Variation and dynamics of the metaproteome
Apart from estimating bacterial abundances, our data allow a quantitative comparison of the same genus upon perturbation or across individuals. Overall, individuals varied little in their bacterial diversity in accordance with the HMP [25]. A scatterplot of two typical donors reveals that bacterial abundances are similar for many of them, with a strong mean R
2 of 0.82 (Fig. 6a shows a typical scatter plot). However, there are also genera that varied up to tenfold.
The cumulative abundances of the top eight bacterial genera across all donors indicate differences in total bacterial mass of up to threefold (Fig. 6b). Variation in the relative abundance of genera is much smaller (Fig. 6c) and the same analysis at the level of the five most abundant phyla showed similar variation.
When aggregating males and females separately, the two groups exhibited very comparable bacterial abundances that were highly correlated (R
2 = 0.94; Fig. 6d). Thus, proteomics indicates that sex differences in the oral microbiome are minor.
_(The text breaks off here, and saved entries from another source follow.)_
import { createParamDecorator, SetMetadata, type ExecutionContext } from '@nestjs/common';
import { NotAllowed } from '../../errors.js';
import type { PageRequest } from '../http/exchange.js';
import type { Viewer } from './signed-in-person.js';

export type { Viewer };

export const openToStrangersKey = 'stillair:open-to-strangers';

/** Lets a handler answer somebody who is not signed in. Sign-in, the first link and health only. */
export const OpenToStrangers = () => SetMetadata(openToStrangersKey, true);

/** The signed-in person of this request. */
export const CurrentViewer = createParamDecorator(
  (_: unknown, context: ExecutionContext): Viewer => {
    const { viewer } = context.switchToHttp().getRequest<PageRequest>();
    if (viewer === undefined) throw new NotAllowed('You are not signed in.', 'Sign in first.');
    return viewer;
  },
);
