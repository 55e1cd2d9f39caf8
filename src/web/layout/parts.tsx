import type { ComponentChildren, VNode } from 'preact';
import type { DecisionWord, Figure } from '../../assessment/assessment.js';
import type { Rounding } from '../../assessment/figure-text.js';
import { quantityText, spanText } from '../../assessment/figure-text.js';
import { en } from '../texts/en.js';

/** The decision: a plain word in a ruled box. The rule's shape differs by word, not its colour only. */
export function DecisionBox(props: {
  readonly word: DecisionWord;
  readonly reason?: string | undefined;
  readonly label?: string | undefined;
}): VNode {
  return (
    <section class={`decision decision-${props.word}`} aria-label={props.label ?? 'Decision'}>
      {props.label !== undefined && <p class="decision-label">{props.label}</p>}
      <p class="decision-word">{en.decisions[props.word]}</p>
      {props.reason !== undefined && <p class="decision-reason">{props.reason}</p>}
    </section>
  );
}

/** A figure that can be opened: formula, method, inputs, source and range of validity. */
export function OpenableFigure(props: {
  readonly figure: Figure;
  readonly label?: string | undefined;
  readonly rounding?: Rounding | undefined;
}): VNode {
  const { figure, label, rounding } = props;
  const span = spanText(figure);
  const words = en.figure;
  return (
    <details class="figure">
      <summary>
        {label !== undefined && <span class="figure-label">{label} </span>}
        <strong>{quantityText(figure.value, figure.unit, rounding)}</strong>
        {span !== undefined && <span class="figure-span"> ({span})</span>}
        <span class="unseen"> {words.explain}</span>
      </summary>
      <dl>
        <dt>{words.formula}</dt>
        <dd class="formula">{figure.formula}</dd>
        <dt>{words.method}</dt>
        <dd>{figure.method}</dd>
        {figure.inputs.length > 0 && (
          <>
            <dt>{words.inputs}</dt>
            <dd>
              <ul>
                {figure.inputs.map((input) => (
                  <li key={input.name}>
                    {input.name}: {String(input.value)} {input.unit}
                    {input.origin !== undefined && ` (${en.origins[input.origin].toLowerCase()})`}
                  </li>
                ))}
              </ul>
            </dd>
          </>
        )}
        <dt>{words.source}</dt>
        <dd>{figure.source}</dd>
        <dt>{words.range}</dt>
        <dd>{figure.range}</dd>
      </dl>
    </details>
  );
}

/**
 * A table whose rows become blocks of labelled values on a narrow screen. The roles keep it a table
 * for who listens to it; where it is still too wide it scrolls in its own frame, by keyboard too.
 */
export function Table(props: {
  readonly caption: string;
  readonly columns: readonly string[];
  readonly rows: readonly (readonly ComponentChildren[])[];
  /** Whether the first cell of each row names it. */
  readonly rowHeads?: boolean | undefined;
  /** Said instead of an empty table. */
  readonly empty?: string | undefined;
}): VNode {
  if (props.rows.length === 0 && props.empty !== undefined) return <p>{props.empty}</p>;
  return (
    <div class="table-frame" role="region" aria-label={props.caption} tabIndex={0}>
      <table class="stacks" role="table">
        <caption>{props.caption}</caption>
        <thead role="rowgroup">
          <tr role="row">
            {props.columns.map((column) => (
              <th key={column} scope="col" role="columnheader">
                {column}
              </th>
            ))}
          </tr>
        </thead>
        <tbody role="rowgroup">
          {props.rows.map((cells, row) => (
            <tr key={row} role="row">
              {cells.map((cell, column) =>
                column === 0 && props.rowHeads === true ? (
                  <th key={column} scope="row" role="rowheader">
                    {cell}
                  </th>
                ) : (
                  <td key={column} role="cell" data-label={props.columns[column]}>
                    {cell}
                  </td>
                ),
              )}
            </tr>
          ))}
        </tbody>
      </table>
    </div>
  );
}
In contrast, bacterial abundance changed drastically after eating breakfast and tooth brushing. The high abundance bacterial genera were reduced 2.5-fold on average, while the lower abundant ones generally showed even stronger reduction (Fig. 6e, f). The Streptococcus genus, which contains S. mutans, was reduced by almost threefold after tooth brushing (Fig. 6f). It has been established that the S. mutans species is not the only one involved in cavity formation [42] and it would now be interesting to study the effects of different oral hygiene regimes on the oral bacterial community at the proteome level.
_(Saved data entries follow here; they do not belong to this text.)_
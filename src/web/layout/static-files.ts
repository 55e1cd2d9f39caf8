import { createHash } from 'node:crypto';
import { existsSync, readFileSync } from 'node:fs';
import { join } from 'node:path';
import { fileURLToPath } from 'node:url';

const projectRoot = fileURLToPath(new URL('../../../', import.meta.url));

/** What the browser may fetch without being signed in: folder under /static/ and where it lies. */
export const staticFolders = [
  { prefix: 'styles', folder: join(projectRoot, 'templates', 'styles') },
  { prefix: 'fonts', folder: join(projectRoot, 'templates', 'fonts') },
  { prefix: 'islands', folder: join(projectRoot, 'dist', 'web', 'islands') },
] as const;

const marks = new Map<string, string>();

function markOf(name: string): string {
  const known = marks.get(name);
  if (known !== undefined) return known;
  const [prefix, ...rest] = name.split('/');
  const folder = staticFolders.find((entry) => entry.prefix === prefix)?.folder ?? projectRoot;
  const file = join(folder, ...rest);
  const mark = existsSync(file)
    ? createHash('sha256').update(readFileSync(file)).digest('hex').slice(0, 12)
    : 'missing';
  marks.set(name, mark);
  return mark;
}

/** Address of a static file, with a mark of its content: a browser keeps it until it changes. */
export function staticPath(name: string): string {
  return `/static/${name}?v=${markOf(name)}`;
}
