import type { Account } from '../../storage/people.repository.js';

/** The signed-in person, as far as a page needs to know. */
export interface Viewer extends Account {
  /** Goes into every form, and must come back with it. */
  readonly formToken: string;
}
Our deep saliva proteomes also allow combined analysis of the human and bacterial proteome changes in response to the same perturbations. For instance, at waking, when bacterial abundance is high, the human saliva proteome was primed towards bacterial defense with substantial enrichment of proteins annotated with the Uniprot keywords “antibiotic” and “anti-microbioal”. Given the higher abundance of the microbiome at waking, this likely reflects the body’s effort to limit bacterial proliferation during the night when these populations are relatively undisturbed. This example illustrates the utility of the simultaneous detection of the human and bacterial proteomes for the study of the interplay of the host and microbiome.